The task
Beginning with the first line, please repeat the entries exactly and end on the line that contains "metric those Taylor".
[[ Given entries, beginning ]]
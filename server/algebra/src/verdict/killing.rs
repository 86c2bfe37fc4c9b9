//! Killing's equation, imposed by drawing a vector field and solving for the metric.
//!
//! `nabla_a xi_b + nabla_b xi_a = 0` says that the metric does not change along `xi`, and that is linear in it:
//! `xi^k d_k g_ij + g_kj d_i xi^k + g_ik d_j xi^k = 0`. So `xi^k` is drawn at random, and of the metric those Taylor
//! coefficients that no power of the first coordinate has; the others follow, degree by degree, since `xi^1` is not 0
//! at the point. These are all metrics with such a field near a point where it does not vanish: in coordinates in
//! which the field is the first one the metric does not depend on it, and the coordinates here are arbitrary ones.
//!
//! Solving for the field instead, for an arbitrary metric, leaves nothing but 0 to high order, and would say nothing.

use super::compare::Dimension;
use super::givens::Condition;
use crate::contraction::Label;
use crate::draws::Draws;
use crate::evaluation::sampled::{Part, Place, Sampled};
use crate::expression::{Expression, Filling, MetricValues, World};
use crate::geometry::Level;
use crate::jet::{Order, Ring};
use crate::number::Number;
use crate::rational::Rational;
use crate::trouble::{Outcome, Trouble};

/// The bases of a metric's coefficients: all monomials up to its order, and where each stands.
struct Table<'r> {
    monomials: Vec<&'r [u8]>,
    dimension: usize,
}

/// A condition that is Killing's equation.
#[derive(Clone, Copy, Debug, PartialEq, Eq)]
pub(super) struct Killing {
    field: usize,
    metric: usize,
}

impl Killing {
    /// Recognises it: two terms alike but for the exchange of their letters, of a metric that is arbitrary.
    pub fn of(condition: &Condition, world: &World) -> Option<Self> {
        let mut terms = Vec::new();
        collect(&condition.left, Rational::ONE, &mut terms)?;
        collect(&condition.right, -Rational::ONE, &mut terms)?;
        let [one, two] = terms.as_slice() else { return None };
        let alike = (one.factor, one.of, one.letters) == (two.factor, two.of, [two.letters[1], two.letters[0]]);
        let Self { field, metric } = one.of;
        let own = world.fields.get(field)?;
        let values = &world.metrics.get(metric)?.values;
        let free = *values == MetricValues::Arbitrary && !own.constant && !own.small && own.symmetries.is_empty();
        let distinct = one.letters[0] != one.letters[1];
        (alike && distinct && free && one.factor != Rational::ZERO && own.slots.len() == 1).then_some(one.of)
    }

    /// The field and the metric that give way.
    pub fn parts(self) -> [Part; 2] {
        [Part::Field(self.field), Part::Metric(self.metric)]
    }

    /// The draw with both of them anew; nothing where the equation cannot be solved like this. With it, by which
    /// power of two the degrees of the drawn coefficients have grown.
    pub fn imposed<N: Number>(
        self,
        dimension: &Dimension,
        ring: &Ring,
        drawn: &Sampled<N>,
    ) -> Outcome<Option<(Sampled<N>, u32)>> {
        let [field, metric] = self.parts();
        let world = &dimension.claim.world;
        let own = world.metrics.get(self.metric).ok_or(Trouble::Shape)?;
        let size = dimension.families.size(own.family)?;
        let (Some(order), Some(field_order)) = (drawn.order(metric), drawn.order(field)) else { return Ok(None) };
        let whole = dimension.families.first(own.family) == Some(0) && ring.variables() == size;
        if !whole || ring.smalls() > 0 {
            return Ok(None);
        }
        let table = Table { monomials: ring.monomials(order).collect(), dimension: size };
        let count = table.monomials.len();
        let work = (count * count).saturating_mul(size * size).saturating_mul(3 * size);
        dimension.meter.spend(work as u64)?;
        let mut draws = Draws::from_seed(drawn.functions);
        let vector: Vec<Vec<N>> = (0..size).map(|_| (0..count).map(|_| N::draw_real(&mut draws)).collect()).collect();
        let mut values: Vec<Vec<N>> = Vec::new();
        for component in 0..size * size {
            let Some(orbit) = drawn.orbit(metric, component) else { return Ok(None) };
            values.push((0..count).map(|monomial| drawn.get(Place::Of(metric, orbit, monomial))).collect());
        }
        if table.solve(&vector, &mut values, order).is_none() {
            return Err(Trouble::ZeroDivisor);
        }
        let mut point = drawn.clone();
        for (component, row) in values.iter().enumerate() {
            let orbit = drawn.orbit(metric, component).ok_or(Trouble::Shape)?;
            row.iter().enumerate().for_each(|(at, value)| point.set(Place::Of(metric, orbit, at), *value));
        }
        let level = world.fields.get(self.field).and_then(|own| own.slots.first()).map(|(_, level)| *level);
        let told = if level == Some(Level::Up) { vector } else { table.lowered(&vector, &values) };
        for (component, row) in told.iter().enumerate() {
            let orbit = drawn.orbit(field, component).ok_or(Trouble::Shape)?;
            let known = ring.monomials(field_order).enumerate();
            for (at, monomial) in known {
                let value = table.place(monomial).and_then(|from| row.get(from)).copied().ok_or(Trouble::Order)?;
                point.set(Place::Of(field, orbit, at), value);
            }
        }
        let steps = (order.base + 1) * (order.base + 2);
        Ok(Some((point, usize::BITS - steps.leading_zeros() + 1)))
    }
}

impl Table<'_> {
    fn place(&self, exponents: &[u8]) -> Option<usize> {
        self.monomials.iter().position(|monomial| *monomial == exponents)
    }

    /// The monomial with the exponent of a variable one higher, less another monomial; nothing if it is none.
    fn shifted(&self, monomial: &[u8], variable: Option<usize>, less: &[u8]) -> Option<usize> {
        let exponents = monomial
            .iter()
            .zip(less)
            .enumerate()
            .map(|(at, (exponent, less))| exponent.checked_add(u8::from(variable == Some(at)))?.checked_sub(*less));
        self.place(&exponents.collect::<Option<Vec<u8>>>()?)
    }

    /// Solves for the coefficients of the metric that a power of the first coordinate has; nothing if `xi^1` is 0 at
    /// the point.
    fn solve<N: Number>(&self, vector: &[Vec<N>], values: &mut [Vec<N>], order: Order) -> Option<()> {
        let size = self.dimension;
        let first = vector.first()?.first()?.inverse()?;
        let degree = |monomial: &[u8]| monomial.iter().map(|exponent| usize::from(*exponent)).sum::<usize>();
        let mut equations: Vec<&[u8]> =
            self.monomials.iter().copied().filter(|monomial| degree(monomial) < order.base).collect();
        // What a higher power of the first coordinate has follows from what lower ones have.
        equations.sort_by_key(|monomial| (degree(monomial), monomial.first().copied()));
        for monomial in equations {
            let none = vec![0; size];
            let unknown = self.shifted(monomial, Some(0), &none)?;
            let power = N::from_integer(i64::from(*monomial.first()?) + 1).inverse()?;
            for i in 0..size {
                for j in i..size {
                    // Together with the unknown as 0, this is what it has to undo.
                    *values.get_mut(i * size + j)?.get_mut(unknown)? = N::ZERO;
                    *values.get_mut(j * size + i)?.get_mut(unknown)? = N::ZERO;
                    let rest = self.equation(vector, values, monomial, [i, j])?;
                    let solved = -rest * first * power;
                    *values.get_mut(i * size + j)?.get_mut(unknown)? = solved;
                    *values.get_mut(j * size + i)?.get_mut(unknown)? = solved;
                }
            }
        }
        Some(())
    }

    /// The coefficient of a monomial in `xi^k d_k g_ij + g_kj d_i xi^k + g_ik d_j xi^k`.
    fn equation<N: Number>(
        &self,
        vector: &[Vec<N>],
        values: &[Vec<N>],
        monomial: &[u8],
        [i, j]: [usize; 2],
    ) -> Option<N> {
        let size = self.dimension;
        let metric = |one: usize, two: usize, at: usize| values.get(one * size + two)?.get(at).copied();
        let mut sum = N::ZERO;
        for (at, part) in self.monomials.iter().enumerate() {
            for (k, row) in vector.iter().enumerate() {
                if let Some(shifted) = self.shifted(monomial, Some(k), part) {
                    let power = power_of(self.monomials.get(shifted)?, k);
                    sum = sum + *row.get(at)? * metric(i, j, shifted)? * power;
                }
                // Here the part is one of the metric, and the derivative takes from the vector.
                for (own, other) in [(i, j), (j, i)] {
                    if let Some(shifted) = self.shifted(monomial, Some(own), part) {
                        let power = power_of(self.monomials.get(shifted)?, own);
                        sum = sum + metric(k, other, at)? * *row.get(shifted)? * power;
                    }
                }
            }
        }
        Some(sum)
    }

    /// `g_ik xi^k`.
    fn lowered<N: Number>(&self, vector: &[Vec<N>], values: &[Vec<N>]) -> Vec<Vec<N>> {
        let zero = |row: Option<&Vec<N>>, at: usize| row.and_then(|row| row.get(at)).copied().unwrap_or(N::ZERO);
        let component = |i: usize| -> Vec<N> {
            let coefficient = |monomial: &&[u8]| {
                let mut sum = N::ZERO;
                for (at, part) in self.monomials.iter().enumerate() {
                    let Some(other) = self.shifted(monomial, None, part) else { continue };
                    for (k, row) in vector.iter().enumerate() {
                        sum = sum + zero(values.get(i * self.dimension + k), at) * zero(Some(row), other);
                    }
                }
                sum
            };
            self.monomials.iter().map(coefficient).collect()
        };
        (0..self.dimension).map(component).collect()
    }
}

fn power_of<N: Number>(monomial: &[u8], variable: usize) -> N {
    N::from_integer(monomial.get(variable).map_or(0, |exponent| i64::from(*exponent)))
}

/// `factor nabla_a xi_b`.
struct Term {
    factor: Rational,
    of: Killing,
    letters: [Label; 2],
}

/// The terms of an expression, if all of them are first covariant derivatives of a field with one lower slot.
fn collect(expression: &Expression, factor: Rational, terms: &mut Vec<Term>) -> Option<()> {
    let mut pending = vec![(expression, factor)];
    while let Some((part, factor)) = pending.pop() {
        match part {
            Expression::Number(number) if *number == Rational::ZERO => {}
            Expression::Sum(parts) => pending.extend(parts.iter().map(|part| (part, factor))),
            Expression::Product(parts) => {
                let (mut factor, mut others) = (factor, Vec::new());
                for part in parts {
                    match part {
                        Expression::Number(number) => factor = factor.checked_mul(*number)?,
                        other => others.push(other),
                    }
                }
                match others[..] {
                    _ if factor == Rational::ZERO => {}
                    [one] => pending.push((one, factor)),
                    _ => return None,
                }
            }
            Expression::Covariant { metric, index, of } => {
                let Expression::Field { field, slots } = &**of else { return None };
                let [slot] = slots[..] else { return None };
                let (Filling::Label(one), Filling::Label(two)) = (index.filling, slot.filling) else { return None };
                if [index.level, slot.level] != [Level::Down; 2] {
                    return None;
                }
                terms.push(Term { factor, of: Killing { field: *field, metric: *metric }, letters: [one, two] });
            }
            _ => return None,
        }
    }
    Some(())
}
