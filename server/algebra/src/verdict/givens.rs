//! What is known besides a claim, imposed on the fields that are drawn.
//!
//! A given is an equation between fields at every place, so that the Taylor coefficients of the difference of its
//! sides vanish to as many orders as the claim can notice. For each given one field (or a metric that is arbitrary)
//! gives way: those of its coefficients on which the equations depend are solved for, modulo the prime, the others
//! stay as they were drawn. Killing's equation has a way of its own (`killing.rs`); else three ways are tried, in this
//! order:
//!
//! - degree by degree, the coefficients of the highest derivatives first met at that degree. They enter linearly even
//!   where the equation is not linear: Ricci's tensor in second derivatives of the metric;
//! - at the point, one coefficient of a single quadratic equation: `u_a u^a = -1`;
//! - all coefficients at once, with all givens for which that field has given way before: `\partial^i h_{ij} = 0` and
//!   `h_{ii} = 0`.
//!
//! Afterwards every given is evaluated again, and a point that does not obey all of them is no point. What is imposed
//! are consequences of the givens, to finite order, and so a claim that holds then follows from them; that a claim
//! differs then proves nothing.
//!
//! Trap: differential equations without solutions but 0 (a Killing field of an arbitrary metric, to high order) say
//! nothing; a field that such an equation leaves 0 is refused. That a field is 0 may be said without derivatives.

use std::cell::{Cell, RefCell};
use std::sync::Arc;
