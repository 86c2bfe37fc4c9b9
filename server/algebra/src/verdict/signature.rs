//! The signature of a matrix of fractions: a counterexample has to have the metric that was declared.

use crate::number::{Exact, Number};
use crate::rational::Rational;

/// How many negative squares a symmetric, invertible matrix of so many rows has, given row by row; nothing for a
/// singular one and where a number does not fit.
///
/// By Lagrange's reduction of a quadratic form to a sum of squares; that their signs do not depend on the way is
/// Sylvester's law of inertia (Gantmacher, "The Theory of Matrices", volume 1, chapter X; from memory).
pub(super) fn negative_squares(rows: usize, entries: &[Exact]) -> Option<usize> {
    let mut form: Vec<Vec<Exact>> = entries.chunks(rows.max(1)).map(<[Exact]>::to_vec).collect();
    let mut negative = 0;
    while !form.is_empty() {
        let place = match diagonal(&form) {
            Some(place) => place,
            None => made_diagonal(&mut form)?,
        };
        let pivot_row = form.get(place)?.clone();
        let pivot = *pivot_row.get(place)?;
        negative += usize::from(pivot.value()? < Rational::ZERO);
        let share = pivot.inverse()?;
        for row in &mut form {
            let factor = *row.get(place)? * share;
            row.iter_mut().zip(&pivot_row).for_each(|(entry, other)| *entry = *entry - factor * *other);
        }
        form.remove(place);
        for row in &mut form {
            row.remove(place);
        }
    }
    Some(negative)
}

/// Where an entry on the diagonal is not 0.
fn diagonal(form: &[Vec<Exact>]) -> Option<usize> {
    form.iter().enumerate().position(|(place, row)| row.get(place).is_some_and(|entry| !entry.is_zero()))
}

/// Adds one variable to another so that an entry on the diagonal, all of which are 0, becomes another; where it is.
fn made_diagonal(form: &mut [Vec<Exact>]) -> Option<usize> {
    let other = form.first()?.iter().position(|entry| !entry.is_zero())?;
    let row = form.get(other)?.clone();
    form.first_mut()?.iter_mut().zip(row).for_each(|(entry, more)| *entry = *entry + more);
    for row in form {
        let more = *row.get(other)?;
        let entry = row.first_mut()?;
        *entry = *entry + more;
    }
    Some(0)
}

#[cfg(test)]
mod tests {
    use super::*;
    use crate::draws::Draws;
    use crate::sample::congruent;

    fn of(rows: usize, entries: &[i64]) -> Option<usize> {
        negative_squares(rows, &entries.iter().map(|entry| Exact::from_integer(*entry)).collect::<Vec<_>>())
    }

    #[test]
    fn signatures_of_known_forms() {
        assert_eq!(of(2, &[1, 0, 0, -1]), Some(1));
        assert_eq!(of(2, &[0, 1, 1, 0]), Some(1));
        assert_eq!(of(3, &[0, 1, 0, 1, 0, 0, 0, 0, -2]), Some(2));
        assert_eq!(of(2, &[1, 1, 1, 1]), None);
        assert_eq!(of(2, &[0, 0, 0, 1]), None);
    }

    #[test]
    fn a_change_of_basis_keeps_the_signature() {
        let mut draws = Draws::from_seed(31);
        for minus in 0..4 {
            for _ in 0..50 {
                let form = congruent::<Exact>(4, minus, &mut draws);
                assert!([None, Some(minus)].contains(&negative_squares(4, &form)), "{form:?}");
            }
        }
    }
}
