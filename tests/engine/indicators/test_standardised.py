"""Standardised rates as entries: what they need, say and name."""

from dataclasses import replace

import numpy as np
import pytest
from numpy.testing import assert_allclose

from engine.chain import Chain, gradient, run
from engine.estimates import Reason
from engine.indicator import Indicator
from engine.indicators import estimate
from engine.indicators.rates import FAMILY as RATES
from engine.indicators.standardised import FAMILY, by_population, by_standard
from engine.panel import Panel
from engine.settings import SETTINGS
from engine.standardisation import few_deaths
from engine.standards import STANDARDS, Standard
from tests.factories import GRIDS, gompertz_panel

ENTRIES = {indicator.key: indicator for indicator in FAMILY}
ISLE = by_population("isle.p.2010")


def beside(whole: Panel | None = None, standard: Panel | None = None) -> Chain:
    panel = gompertz_panel(GRIDS["abridged"], seed=5, slope=np.array([0.09, 0.1]))
    return run(replace(panel, whole=whole, standard=standard), SETTINGS["almanac-1"])


def other() -> Panel:
    return gompertz_panel(GRIDS["abridged"], seed=6, slope=np.array([0.085, 0.095]), people=3e6)


def test_the_keys() -> None:
    assert list(ENTRIES) == [
        "asr_esp2013", "asr_esp1976", "asr_who2000", "asr_segi", "asr_us2000", "smr", "isr",
    ]  # fmt: skip


@pytest.mark.parametrize("standard", STANDARDS.values(), ids=lambda s: s.key)
def test_a_rate_says_its_standard_what_is_odd_with_it_and_from_how_many_deaths(
    standard: Standard,
) -> None:
    entry = by_standard(standard)
    assert standard.label in entry.label
    assert standard.label in entry.definition
    assert standard.note in entry.definition
    assert standard.source in entry.source
    assert entry.needs.least_deaths == 10
    assert entry.unit.limits == "gamma"


def test_by_the_people_of_a_population_year() -> None:
    people = other()
    chain = beside(standard=people)
    mx, weights = chain.rates.mx, people.exposure
    by_hand = [sum(m * w) / sum(w) for m, w in zip(mx, weights, strict=True)]
    assert_allclose(ISLE.value(chain), by_hand, rtol=1e-12)
    own = replace(chain.panel, standard=chain.panel)
    assert_allclose(ISLE.value(run(own, chain.settings)), RATES[0].value(chain), rtol=1e-12)
    assert ISLE.needs.standard == "isle.p.2010"
    assert ISLE.needs.least_deaths == 10
    assert ISLE.key == "asr_by_isle.p.2010"


def test_a_ratio_and_a_rate_against_the_whole() -> None:
    whole = other()
    chain = beside(whole=whole)
    expected = (whole.deaths / whole.exposure * chain.panel.exposure).sum(axis=-1)
    ratio = chain.panel.deaths.sum(axis=-1) / expected
    crude = whole.deaths.sum(axis=-1) / whole.exposure.sum(axis=-1)
    assert_allclose(ENTRIES["smr"].value(chain), ratio, rtol=1e-12)
    assert_allclose(ENTRIES["isr"].value(chain), ratio * crude, rtol=1e-12)
    for key, scale in (("smr", 1.0), ("isr", crude)):
        each = chain.rates.per_death(gradient(ENTRIES[key], chain))
        assert_allclose(each, np.broadcast_to((scale / expected)[:, None], each.shape), rtol=1e-12)


@pytest.mark.parametrize("entry", [ENTRIES["smr"], ENTRIES["isr"], ISLE], ids=lambda i: i.key)
def test_without_what_it_is_set_against_there_is_no_number(entry: Indicator) -> None:
    assert np.isnan(entry.value(beside())).all()
    holed = other().over(lambda array: np.where([[True], [False]], np.nan, array))
    chain = beside(whole=holed, standard=holed)
    assert np.isnan(entry.value(chain)).tolist() == [True, False]
    assert entry.needs.otherwise in (Reason.NO_WHOLE, Reason.NO_STANDARD)


@pytest.mark.parametrize("key", ["smr", "isr"])
def test_two_ratios_are_said_not_to_compare(key: str) -> None:
    assert "do not compare with one another" in ENTRIES[key].definition
    assert ENTRIES[key].needs.whole


def test_a_ratio_of_one_is_as_many_as_expected() -> None:
    unit = ENTRIES["smr"].unit
    assert (unit.scale, unit.decimals, unit.limits) == (1, 2, "gamma")


@pytest.mark.parametrize("entry", [ENTRIES["asr_esp2013"], ISLE], ids=lambda i: i.key)
def test_under_ten_deaths_there_is_no_rate_and_under_twenty_it_is_flagged(entry: Indicator) -> None:
    totals = np.array([9.0, 10, 19, 20])
    panel = gompertz_panel(GRIDS["abridged"], slope=np.full(4, 0.1))
    deaths = np.where(np.array(panel.grid.starts) == 70, totals[:, None], 0.0)
    got = estimate(entry, replace(panel, deaths=deaths, standard=panel), SETTINGS["almanac-1"])
    assert np.isnan(got.value).tolist() == [True, False, False, False]
    assert got.reason.tolist() == [Reason.TOO_FEW_DEATHS, 0, 0, 0]
    assert few_deaths(entry, deaths).tolist() == [False, True, True, False]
[[ Given entries, end ]]
Result for this task
filename server/algebra/src/verdict/killing.rs
repository 86c2bfe37fc4c9b9
//! Killing's equation, imposed by drawing a vector field and solving for the metric.
//!
//! `nabla_a xi_b + nabla_b xi_a = 0` says that the metric does not change along `xi`, and that is linear in it:
//! `xi^k d_k g_ij + g_kj d_i xi^k + g_ik d_j xi^k = 0`. So `xi^k` is drawn at random, and of the metric those Taylor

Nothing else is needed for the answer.